Les co-fondateurs ont-ils mis au point un process original pour valider entre eux leurs capacités entrepreneuriales respectives? Avec quelle rigueur et quelle méthode se sont-ils cooptés? Quels types de facteurs ont-ils pris en considération? Comment ont-ils formalisé le processus de prise de décision? Ont-ils utilisé un process original pour se répartir entre eux les rôles et les tâches ainsi que les revenus futurs (c’est-à-dire la propriété) de la start-up? Ont-ils développé un moyen logique et impartial (un processus de prise de décision) pour se répartir les tâches et les responsabilités?

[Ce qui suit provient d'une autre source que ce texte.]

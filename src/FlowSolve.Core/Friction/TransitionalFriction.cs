namespace FlowSolve.Core.Friction;

/// <summary>
/// The friction factor in the transition zone with continuous joins, for solvers that iterate across it (the network
/// solver): Churchill (1977), the single-pipe relation of <see cref="DarcyFriction"/>, over the zone's inside, and over
/// the 5 % of Reynolds number next to each limit a cubic Hermite in Re that meets the laminar law 64/Re at the laminar
/// limit and Colebrook-White at the turbulent limit, values and slopes matched.
/// </summary>
/// <remarks>
/// <para>Why: <see cref="DarcyFriction.Compute"/> switches from 64/Re to Churchill at Re 2000 (f rises by about 0.13 %)
/// and from Churchill to Colebrook-White at Re 4000 (f falls by 1 to 2 % for smooth and ordinary pipes). A pipe whose
/// head lies in such a gap has no flow at all (at 2000) or two (at 4000), and a Newton iteration over a whole network
/// with hundreds of pipes in the zone keeps stepping across a gap without converging (a 40 x 40 grid: 100 iterations,
/// head imbalance 1e-6 m). Joined, the loss h(Q) is continuous with a continuous slope and still rises with Q.</para>
/// <para>Between 1.05 times the laminar limit and 0.95 times the turbulent limit (2100 to 3800 by default) the value
/// is exactly Churchill's, the single pipe's; within the joins it differs from the single pipe's by at most the size of
/// the jump it replaces. The limits come from <see cref="FrictionOptions"/>; when they are closer together than the two
/// joins, one cubic joins the laminar law to Colebrook-White directly.</para>
/// </remarks>
public readonly struct TransitionalFriction
{
    /// <summary>The width of each join as a fraction of its regime limit (5 %; a FlowSolve choice: wide enough that
    /// the cubic keeps h(Q) rising for relative roughness up to 0.05, narrow enough to leave Churchill most of the zone).</summary>
    public const double JoinWidth = 0.05;

    private readonly double _lo, _hi, _a, _b, _relativeRoughness;
    private readonly double _fLo, _dLo, _fA, _dA, _fB, _dB, _fHi, _dHi;

    /// <summary>Prepares the joins for one relative roughness (one Colebrook-White solve and four Churchill values).</summary>
    /// <param name="relativeRoughness">e/D in [0, 1).</param>
    /// <param name="limits">Regime limits.</param>
    public TransitionalFriction(double relativeRoughness, in FrictionOptions limits)
    {
        _relativeRoughness = relativeRoughness;
        _lo = limits.LaminarLimit;
        _hi = limits.TurbulentLimit;
        _fLo = 64 / _lo;
        _dLo = -64 / (_lo * _lo);
        var cw = ColebrookWhite.Solve(_hi, relativeRoughness);
        _fHi = cw.FrictionFactor;
        _dHi = cw.DerivativeReynolds;
        _a = _lo * (1 + JoinWidth);
        _b = _hi * (1 - JoinWidth);
        if (_a < _b)
        {
            (_fA, _dA) = Churchill(_a, relativeRoughness);
            (_fB, _dB) = Churchill(_b, relativeRoughness);
        }
        else
        {
            _a = _b = _hi; // one join across the whole zone
        }
    }

    /// <summary>f and df/dRe at a Reynolds number within the transition zone (between the regime limits).</summary>
    /// <param name="reynolds">Reynolds number, from the laminar limit to the turbulent limit.</param>
    public (double F, double DfDRe) Evaluate(double reynolds)
    {
        if (reynolds <= _a)
            return _a < _hi
                ? Hermite(reynolds, _lo, _a, _fLo, _dLo, _fA, _dA)
                : Hermite(reynolds, _lo, _hi, _fLo, _dLo, _fHi, _dHi);
        if (reynolds >= _b) return Hermite(reynolds, _b, _hi, _fB, _dB, _fHi, _dHi);
        return Churchill(reynolds, _relativeRoughness);
    }

    /// <summary>True when the value at this Reynolds number is Churchill's own (not a join).</summary>
    /// <param name="reynolds">Reynolds number.</param>
    public bool IsChurchill(double reynolds) => reynolds > _a && reynolds < _b;

    /// <summary>Churchill's f, computed exactly as <see cref="ExplicitFriction.Churchill"/> computes it (the same
    /// operations, so the same bits as the single pipe's), and its derivative df/dRe by the chain rule through the same
    /// intermediate terms: with T = (8/Re)^12 + (A + B)^-1.5, f = 8 T^(1/12) and
    /// df/dRe = f/(12 T) dT/dRe, dT/dRe = -12 (8/Re)^12 / Re - 1.5 (A + B)^-2.5 (dA/dRe + dB/dRe),
    /// dA/dRe = 16 A/L dL/dRe with L = -2.457 ln u, u = (7/Re)^0.9 + 0.27 e/D, dL/dRe = 2.457 0.9 (7/Re)^0.9 / (u Re),
    /// dB/dRe = -16 B / Re. One evaluation instead of the three a central difference takes.</summary>
    internal static (double F, double DfDRe) Churchill(double re, double r)
    {
        double p = Math.Pow(7.0 / re, 0.9);
        double u = p + 0.27 * r;
        double l = -2.457 * Math.Log(u);
        double a = Math.Pow(l, 16);
        double b = Math.Pow(37530.0 / re, 16);
        double laminar = Math.Pow(8.0 / re, 12);
        double s = a + b;
        double turbulent = Math.Pow(s, -1.5);
        double t = laminar + turbulent;
        double f = 8.0 * Math.Pow(t, 1.0 / 12.0);
        double dl = 2.457 * 0.9 * p / (u * re);
        double ds = 16 * a / l * dl - 16 * b / re;
        double dt = -12 * laminar / re - 1.5 * turbulent / s * ds;
        return (f, f / (12 * t) * dt);
    }

    private static (double F, double DfDRe) Hermite(double re, double x0, double x1, double f0, double d0, double f1, double d1)
    {
        double w = x1 - x0, t = (re - x0) / w, t2 = t * t, t3 = t2 * t;
        double f = (2 * t3 - 3 * t2 + 1) * f0 + (t3 - 2 * t2 + t) * w * d0 + (-2 * t3 + 3 * t2) * f1 + (t3 - t2) * w * d1;
        double df = (6 * t2 - 6 * t) * f0 + (3 * t2 - 4 * t + 1) * w * d0 + (-6 * t2 + 6 * t) * f1 + (3 * t2 - 2 * t) * w * d1;
        return (f, df / w);
    }
}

Ces éléments de valeur immatériels doivent être pris en compte par les fondateurs dans leurs négociations d’ouverture du capital de leur start-up. Ce sont typiquement les leviers de création de valeur les plus performants et paradoxalement les plus sous-utilisés qui soient.

S’il est correctement reconnu et estimé le capital immatériel peut rassurer les investisseurs et les convaincre d’effectuer plus facilement un investissement en s’appuyant sur des outils partagés.

C’est aussi un élément à considérer dans sa gestion des risques. Il faut discuter avec son assureur de la façon de couvrir ce capital immatériel.

Carl-Alexandre Robyn 

“Startupologue” et associé-fondateur du cabinet Valoro
spécialisé en évaluation et notation de startups

Le cabinet Valoro participe actuellement à des travaux de recherche sur la valorisation et l’assurabilité des actifs intangibles (avec l’union professionnelle belge des entreprises d’assurances: Assuralia et la Fédération française des assurances).